Wow....lt has been so long since I've been here! I just got overwhelmed with all the things I do. Email, youtube video, here and posting on another forum. Well I think I will come back to this. I can always copy and paste to other places if I feel it necessary. The forum is being revamped on Wednesday and I can link this blog to a blog on my forum so that works. I haven't done a video in forever but that is something else.
Well as a recap I lost 58 pounds on my own. I completed the Kaiser 24 week program, I passed the walking test, my labs are all within the normal range and I have an appointment with my bariatric surgeon on Wednesday. Which leads me to my current feelings. I am scared. I am excited. I am anxious.

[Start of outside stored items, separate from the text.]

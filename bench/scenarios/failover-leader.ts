/**
 * failoverLeader (issue #24 items 4 and 6, the leader half; EMBERLOT_BENCH_SCENARIOS=failoverLeader): two API processes with
 * EMBERLOT_WORKERS=elect, a broker and a simulated rig (10 messages per second, 4 sockets) on a
 * database of their own in the bench cluster (`emberlot_failover_leader`); the leader is SIGKILLed mid-ingest, at the moment the
 * rig receives the read-point hold's first command (in flight). The scenario itself is
 * tests/faults/leader-failover.ts (tests/broker/failover-leader.test.ts asserts the same run).
 *
 *   published / stored / lost     the rig's seqs 1..last, the distinct seqs stored, the difference
 *   duplicateRows                 rows stored more than once (messages, socket rows, rollup counts)
 *   duplicateCommands             commands the rig applied beyond one per wanted command
 *   recoverySeconds               SIGKILL → first sample published after it stored (ingest running again)
 *   leadSeconds                   SIGKILL → the standby's /api/health answering role "leader"
 * Targets: lost 0, duplicateCommands 0, recoverySeconds < 10.
 */
import { createDataSource } from '../../server/db/data-source';
import { ensureDatabase } from '../../scripts/pg-cluster';
import { installRigCommandLog } from '../../tests/faults/rig-command-log';
import { runLeaderFailover } from '../../tests/faults/leader-failover';
import { seedBase } from '../../tests/faults/scenario';
import type { BenchEnv } from '../lib/environment';

// Not failoverBroker's database: both seed the same operator, and one bench run may run both.
const DATABASE = 'emberlot_failover_leader';

export interface FailoverLeaderResult {
  published: number;
  stored: number;
  lost: number;
  duplicateRows: number;
  duplicateCommands: number;
  recoverySeconds: number;
  leadSeconds: number;
  inFlightCommand: { appliedAtRig: number; state: string | null; publishes: number | null };
  wallSeconds: number;
}

export async function runFailoverLeader(b: BenchEnv, log: (l: string) => void): Promise<FailoverLeaderResult> {
  await ensureDatabase(b.cluster, DATABASE);
  const c = b.cluster;
  const db = { host: c.host, port: c.port, user: c.user, password: c.password, database: DATABASE };
  const ds = createDataSource(db, { poolSize: 4 });
  await ds.initialize(); // migrations
  const commands = installRigCommandLog();
  let run: Awaited<ReturnType<typeof runLeaderFailover>> | null = null;
  try {
    const type = await seedBase(ds);
    run = await runLeaderFailover(ds, db, type, commands, { rigCode: 'OV-97' });
    const f = run.figures;
    log(
      `failover-leader: killed the leader at ${f.inFlight.cmdId.split(':').slice(-2).join(':')} in flight; standby led after ${f.leadSeconds} s, ingest again after ${f.recoverySeconds} s; ${f.stored}/${f.published} stored`,
    );
    return {
      published: f.published,
      stored: f.stored,
      lost: f.missing,
      duplicateRows: f.duplicateRows,
      duplicateCommands: f.duplicateCommands,
      recoverySeconds: f.recoverySeconds,
      leadSeconds: f.leadSeconds,
      inFlightCommand: { appliedAtRig: f.inFlight.appliedAtRig, state: f.inFlight.state, publishes: f.inFlight.publishes },
      wallSeconds: f.wallS,
    };
  } finally {
    await run?.sim.rig.stop();
    await run?.stop();
    commands.uninstall();
    await ds.destroy().catch(() => undefined);
  }
}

I wish they would schedule the surgery quickly so that I didn't have time to have the roller coaster of emotions I am going through. I am trying to be calm but on the inside I am going nuts. I've been a bit depressed being that I know how far on the bad side I have come. Meaning I have hit rock bottom. I can barely walk which scares me to death. It is crazy how fast my knees have deteriorated. I mean I knew they would over time at my weight but it was much faster than I had expected. I am excited for my new life though. Excited to wake up and have a 2nd chance at life. I'm trying to think about all the positives but once in a while a negative thought will scream at me. Uggghhh... I hate that mind chatter. In any event I just wanted to let go of some sadness I am experiencing. Not sure what is making me sad. Maybe it is saying goodbye to the old me. I mean I do not like the old me but still is a sadness in it. I need to let go and think of all the wonderful things my life is going to bring because of the decision I have made for myself. Wow! So much to look forward to. I can't wait to be "healthy" and to be a "normal" weight.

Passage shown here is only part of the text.